Naquele momento, Fonsêca e parceiros tiveram a ideia de criar um grupo de médicos que pudesse fazer oposição à visão elitista de boa parte da classe médica. Surgia, então, o Médicos pela Democracia.
O grupo começou pequeno, com menos de 15 profissionais, mas logo a proposta ganhou corpo. Hoje, são 180 médicos democráticos espalhados pelo Ceará, São Paulo, Rio de Janeiro, Bahia, Rio Grande do Norte, Pernambuco e outros estados.
“Foi quando nós, médicos progressistas, vimos que não estávamos sozinhos”.
De lá para cá, o movimento passou a estar na linha frente dos principais protestos em Fortaleza pela defesa da democracia, do mandato da presidenta eleita Dilma Rousseff, pelos Mais Médicos e pela valorização do Sistema Único de Saúde (SUS).
Formado no início da década de 1970 e torturado durante a ditadura militar (1964-1985), Fonsêca diz se espantar com o quanto a medicina se tornou um lugar de preconceitos e privilégios.
“Os médicos eram progressistas antigamente. De repente, passaram a se achar diferentes, mais importantes do que os outros. A medicina é uma profissão essencialmente humanitária, para aliviar sofrimentos. Essa arrogância é um negócio tão ridículo”, condenou.
Em sua trajetória profissional, o médico sanitarista atuou na Secretaria de Saúde, além de ter participado do processo de reforma sanitária e da implantação do Programa de Saúde da Família do Ceará. Ele também ajudou a criar a Escola de Saúde Pública do Ceará, onde viu os cubanos serem hostilizados pela “elite do jaleco branco”, como define.
Apesar das palavras firmes, Fonsêca, que nasceu em Quixadá, no interior do estado, e hoje mora em Fortaleza, mantém tom e gestos dóceis. É autor de sete livros livros, alguns de poesia, dedicados a saúde pública, à democracia e ao poder das mulheres.
O seu preferido é “Iracema – Nosso amor”, uma compilação de contos e poesias escritos para a bióloga Iracema Serra Azul, a sua esposa dos últimos 46 anos.
Ambos foram presos e torturados pelos militares pela luta contra a ditadura.“Soubemos superar porque eu e a minha companheira sempre tivemos uma relação muito afetuosa”, afirma.
Em um dos textos, escrito durante sua prisão no Instituto Penal de Fortaleza (a acusação era de subversão), Fonseca escreve à amada, sonhando com a liberdade: “Minha menina (…) Vamos à praia com os pirralhos e também dar um passeio por nossa Fortaleza, a terra de Iracema. De mãos dadas como dois namorados”.
Nascimento do grupo
“Os médicos brasileiros passaram a xingar os cubanos: ‘macacos’, ‘escravos’, ‘voltem para a senzala’. Parecia um corredor polonês”, relembra Fonsêca sobre o ato ocorrido na Escola de Saúde Pública de Fortaleza, em 2013.
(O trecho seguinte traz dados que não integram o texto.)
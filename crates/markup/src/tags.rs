//! What a parser of HTML does with some elements by itself, from the HTML standard, sections 13.1.2 and 13.2.6.

/// Elements that have no end and nothing in them.
const VOID: [&str; 13] =
    ["area", "base", "br", "col", "embed", "hr", "img", "input", "link", "meta", "source", "track", "wbr"];

/// Elements that end an open paragraph.
const ENDS_PARAGRAPH: [&str; 27] = [
    "address",
    "article",
    "aside",
    "blockquote",
    "details",
    "div",
    "dl",
    "fieldset",
    "figure",
    "figcaption",
    "footer",
    "form",
    "h1",
    "h2",
    "h3",
    "h4",
    "header",
    "hr",
    "main",
    "menu",
    "nav",
    "ol",
    "p",
    "pre",
    "section",
    "table",
    "ul",
];

/// Elements of SVG 2 that the page draws with, as they begin a view that stands inside a drawing.
const DRAWN: [&str; 12] =
    ["g", "path", "line", "rect", "circle", "ellipse", "polyline", "polygon", "text", "tspan", "use", "defs"];

/// Whether it has no end tag.
pub fn is_void(tag: &str) -> bool {
    VOID.contains(&tag)
}

/// Whether it is part of a drawing.
pub fn is_drawn(tag: &str) -> bool {
    DRAWN.contains(&tag)
}

/// Why the parser would not leave `child` inside `parent`, where it would not.
pub fn torn(parent: &str, child: &str) -> Option<&'static str> {
    match (parent, child) {
        ("p", child) if ENDS_PARAGRAPH.contains(&child) => Some("a paragraph ends where this begins"),
        ("table", "tr") => Some("a row stands in thead, tbody or tfoot"),
        ("a", "a") | ("button", "button") => Some("one of these does not stand in another"),
        _ => None,
    }
}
Por causa das agressões e do posicionamento das entidades médicas contra a reeleição de Dilma, nasceu a ideia de criar o grupo, mesmo Fonsêca tendo críticas à presidenta e ao PT.
“O Médicos pela Democracia publicou dois manifestos contra o golpe em jornais, passamos a participar de atos pela democracia. O grupo unificou profissionais que não aceitavam a intolerância e a arrogância de parte da classe médica. Houve um entusiasmo muito grande entre os médicos de esquerda.”.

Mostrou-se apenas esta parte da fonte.